import { readFile } from "node:fs/promises";
import { resolve } from "node:path";
import type { RunglineResult } from "../../app/protocol/index.ts";
import {
  gravestFirst,
  noteLine,
  protocolToJson,
  resultToCsv,
  resultToJson,
  resultToLatex,
  resultToText,
  seriesCurvesToCsv,
} from "../../app/report/index.ts";
import {
  listInputs,
  programVersion,
  reasonInWords,
  runPowerInline,
  writeWhole,
  type InputFile,
} from "../services/index.ts";
import { readChoices, type ChoiceOptions } from "./choices.ts";
import type { CommandLineIo } from "./command-line-io.ts";
import { EXIT } from "./exit-status.ts";
import { placeOutput, type Format } from "./output-place.ts";
import { makeProgress } from "./progress-bar.ts";
import { sayFault } from "./say.ts";

export interface PowerOptions extends ChoiceOptions {
  readonly out?: string;
  readonly format?: Format;
  readonly curves?: boolean;
  readonly control?: readonly string[];
}

/**
 * `rungline power FILE...`: columns of one file, several files or a folder as one power series, to one result. What cannot
 * take part is named, and the rest finished.
 */
export async function powerCommand(
  words: readonly string[],
  options: PowerOptions,
  io: CommandLineIo,
  signal: AbortSignal,
): Promise<number> {
  const choices = await readChoices(options, io.workingFolder);
  const inputs = await listInputs(words, io.workingFolder);
  // One series is one result, whatever it was gathered from.
  const single = { ...inputs, files: inputs.files.slice(0, 1), hasFolder: false };
  const place = await placeOutput(
    options.out,
    options.format,
    single,
    io.workingFolder,
    options.curves === true,
  );
  let status: number = EXIT.done;
  for (const { word, why } of inputs.nothingFound) {
    io.stderr(`rungline: ${word}: ${why}\n`);
    status = EXIT.input;
  }
  const { files, unreadable } = await readAll(inputs.files, io);
  if (unreadable > 0) status = EXIT.input;
  if (files.length === 0) return EXIT.input;
  const beside = options.control === undefined ? null : await listInputs(options.control, io.workingFolder);
  for (const { word, why } of beside?.nothingFound ?? []) io.stderr(`rungline: ${word}: ${why}\n`);
  const control = beside === null ? null : await readAll(beside.files, io);
  // Without its control the series would say less than was asked for.
  if (beside !== null && control !== null && (beside.nothingFound.length > 0 || control.unreadable > 0))
    return EXIT.input;

  const progress = await makeProgress(io, [
    files.length === 1 ? files[0]!.file : `${files.length} files as one power series`,
  ]);
  progress.begin(0);
  const run = { version: programVersion(), node: process.version, started: io.now() };
  const outcome = await (io.runPower ?? runPowerInline)(
    { files, choices: choices.choices, ...(control === null ? {} : { control: control.files }) },
    run,
    (fraction, step) => progress.update(0, fraction, step),
    signal,
  );
  if (outcome.type === "cancelled" || signal.aborted) {
    progress.end(0, "cancelled", true);
    progress.close();
    return EXIT.cancelled;
  }
  if (outcome.type === "refused") {
    progress.end(0, "no result", true);
    progress.close();
    for (const { message, remedy } of outcome.wordings)
      io.stderr(`rungline: ${message}${remedy === "" ? "" : `\n  ${remedy}`}\n`);
    return EXIT.input;
  }
  if (outcome.type === "fault") {
    progress.end(0, "no result", true);
    progress.close();
    const fault = new Error(outcome.message);
    fault.stack = outcome.stack;
    sayFault(fault, io);
    return EXIT.fault;
  }
  const { result, spectra } = outcome.analysed;
  const text = render(result, place.format);
  // Written first, then said to be done.
  if (place.kind === "file") {
    await writeWhole(place.protocol, protocolToJson(choices.protocol));
    if (place.curves !== null) await writeWhole(place.curves, seriesCurvesToCsv(spectra, result));
    await writeWhole(place.result, text);
  }
  progress.end(0, outcomeInWords(result), true);
  progress.close();
  for (const { label, message } of result.power?.fit?.failed ?? []) {
    io.stderr(`rungline: ${message.startsWith(label) ? "" : `${label}: `}${message}\n`);
    status = Math.max(status, EXIT.input);
  }
  for (const note of gravestFirst(result.notes)) io.stderr(`  ${noteLine(note)}\n`);
  if (place.kind === "print") await io.stdout(text);
  return result.status === "converged" ? status : Math.max(status, EXIT.fit);
}

async function readAll(
  inputs: readonly InputFile[],
  io: CommandLineIo,
): Promise<{ files: { file: string; bytes: Uint8Array }[]; unreadable: number }> {
  const files: { file: string; bytes: Uint8Array }[] = [];
  let unreadable = 0;
  for (const input of inputs) {
    try {
      files.push({ file: input.file, bytes: await readFile(resolve(io.workingFolder, input.path)) });
    } catch (cause) {
      unreadable++;
      io.stderr(`rungline: ${input.path}: ${reasonInWords(cause)}\n`);
    }
  }
  return { files, unreadable };
}

function render(result: RunglineResult, format: Format): string {
  if (format === "json") return resultToJson(result);
  if (format === "latex") return resultToLatex(result);
  return format === "csv" ? resultToCsv(result) : resultToText(result);
}

function outcomeInWords(result: RunglineResult): string {
  if (result.power === null || result.power === undefined) return "no series seen";
  const { spectra, lines } = result.power;
  const bleaching = lines.filter((line) => line.reading === "bleaches").length;
  const how = result.status === "converged" ? "converged" : "not converged";
  return `${spectra.length} powers, ${lines.length} lines, ${bleaching} of them bleaching; ${how}`;
}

About this task
Repeat word for word the lines above that run from the line containing "unreadable++;" through the line containing "const bleaching = lines.filter((line)", both ends included, and nothing else.

Task answer
      unreadable++;
      io.stderr(`rungline: ${input.path}: ${reasonInWords(cause)}\n`);
    }
  }
  return { files, unreadable };
}

function render(result: RunglineResult, format: Format): string {
  if (format === "json") return resultToJson(result);
  if (format === "latex") return resultToLatex(result);
  return format === "csv" ? resultToCsv(result) : resultToText(result);
}

function outcomeInWords(result: RunglineResult): string {
  if (result.power === null || result.power === undefined) return "no series seen";
  const { spectra, lines } = result.power;
  const bleaching = lines.filter((line) => line.reading === "bleaches").length;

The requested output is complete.